PhD Thesis
This algorithm was developed during the course of my PhD thesis project. An electronic version of my thesis can be found in the VUW Research Archive.
Sub-sampling analysis script
The custom R code used to carry out bootstrap sub-sampling analysis can be found here.
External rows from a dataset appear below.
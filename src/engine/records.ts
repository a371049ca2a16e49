/**
 * Comma- or tab-separated text to records, RFC 4180, in Node: for headers, for lists of ids, for the rare file that the
 * engine's reader refuses, and to find the physical lines of rejected rows.
 */

export interface RawRecord {
  /** Physical line on which the record starts, from 1. */
  readonly line: number;
  readonly text: string;
  /** Null when the record cannot be cut into cells: a quoted cell that goes on after its closing quote, or never ends. */
  readonly cells: readonly string[] | null;
}

/** Records of a text that comes in pieces. Blank lines are not records; a byte-order mark is left out. */
export async function* records(chunks: AsyncIterable<string>, delimiter: string): AsyncGenerator<RawRecord> {
  let rest = "";
  let line = 1;
  let first = true;
  for await (const chunk of chunks) {
    rest += first ? chunk.replace(/^\uFEFF/, "") : chunk;
    if (chunk.length > 0) first = false;
    let from = 0;
    for (;;) {
      const end = recordEnd(rest, from, delimiter);
      // A record may go on in the next piece, and so may a line end that is cut between its two characters.
      if (end === null || (rest[end.next - 1] === "\r" && end.next === rest.length)) break;
      const text = rest.slice(from, end.at);
      if (text !== "") yield { line, text, cells: cells(text, delimiter) };
      line += lines(rest.slice(from, end.next));
      from = end.next;
    }
    rest = rest.slice(from);
  }
  const last = rest.endsWith("\r") ? rest.slice(0, -1) : rest;
  if (last !== "") yield { line, text: last, cells: cells(last, delimiter) };
}

/** The cells of one record; null when its quotes are wrong. */
export function cells(record: string, delimiter: string): string[] | null {
  const found: string[] = [];
  let at = 0;
  for (;;) {
    if (record[at] === '"') {
      let value = "";
      let from = at + 1;
      for (;;) {
        const quote = record.indexOf('"', from);
        if (quote < 0) return null;
        value += record.slice(from, quote);
        if (record[quote + 1] === '"') {
          value += '"';
          from = quote + 2;
          continue;
        }
        at = quote + 1;
        break;
      }
      found.push(value);
      if (at === record.length) return found;
      if (record[at] !== delimiter) return null;
      at += 1;
    } else {
      const end = record.indexOf(delimiter, at);
      if (end < 0) {
        found.push(record.slice(at));
        return found;
      }
      found.push(record.slice(at, end));
      at = end + 1;
    }
  }
}

/** Where the record that starts at `from` ends: outside quotes, at LF, CR LF or CR. Null: it goes on. */
function recordEnd(text: string, from: number, delimiter: string): { at: number; next: number } | null {
  let at = from;
  let cellStart = true;
  while (at < text.length) {
    const c = text[at];
    if (c === '"' && cellStart) {
      at = closingQuote(text, at + 1);
      if (at < 0) return null;
      cellStart = false;
      continue;
    }
    if (c === "\n") return { at, next: at + 1 };
    if (c === "\r") return { at, next: text[at + 1] === "\n" ? at + 2 : at + 1 };
    cellStart = c === delimiter;
    at += 1;
  }
  return null;
}

/** The index after the quote that closes; -1 when it has not come yet. */
function closingQuote(text: string, from: number): number {
  let at = from;
  for (;;) {
    const quote = text.indexOf('"', at);
    if (quote < 0 || quote + 1 === text.length) return -1;
    if (text[quote + 1] !== '"') return quote + 1;
    at = quote + 2;
  }
}

function lines(text: string): number {
  let count = 0;
  for (let i = 0; i < text.length; i++) {
    const c = text[i];
    if (c === "\n" || (c === "\r" && text[i + 1] !== "\n")) count += 1;
  }
  return count;
}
To reduce loading time, the best/worst ranking can be calculated initially in the shell:
Report best/worst rank for each marker
x=bootstrap100_PP_males_anzgene_plink100_Aus_NZ.csv; pv ${x} | sort -t',' -k 2,2n -k 3,3rn | perl -F',' -lane 'if($run != $F[1]){$run = $F[1]; $rank=1; $lastVal=0; $lastRank=0} if($F[1] ne "bs.run"){$nextVal = $F[2]; $F[2] = ($F[2] == $lastVal) ? $lastRank : $rank; $lastRank = $F[2]; $lastVal = $nextVal; $rank++} print join(",",@F)' | sort -t',' -k 1,1 -k 3,3n | ~/scripts/quantile_subset.pl | gzip > maxminRank_${x}.gz;
Shell script explanation:
- Sort by bootstrap sub-sample then by calculated statistic in reverse numerical order
- Convert statistics to ranks, allowing ties
- Sort by marker, then by rank
- Preserve maximum and minimum ranks for each marker
Result graphing
The custom R code used to generate graphs for the poster can be found here. Two paths for generating a common intermediate data structure are provided in the code: one which loads directly the bootstrap script output and carries out ranking by R code, and another that uses the intermediate output files by the shell commands shown above.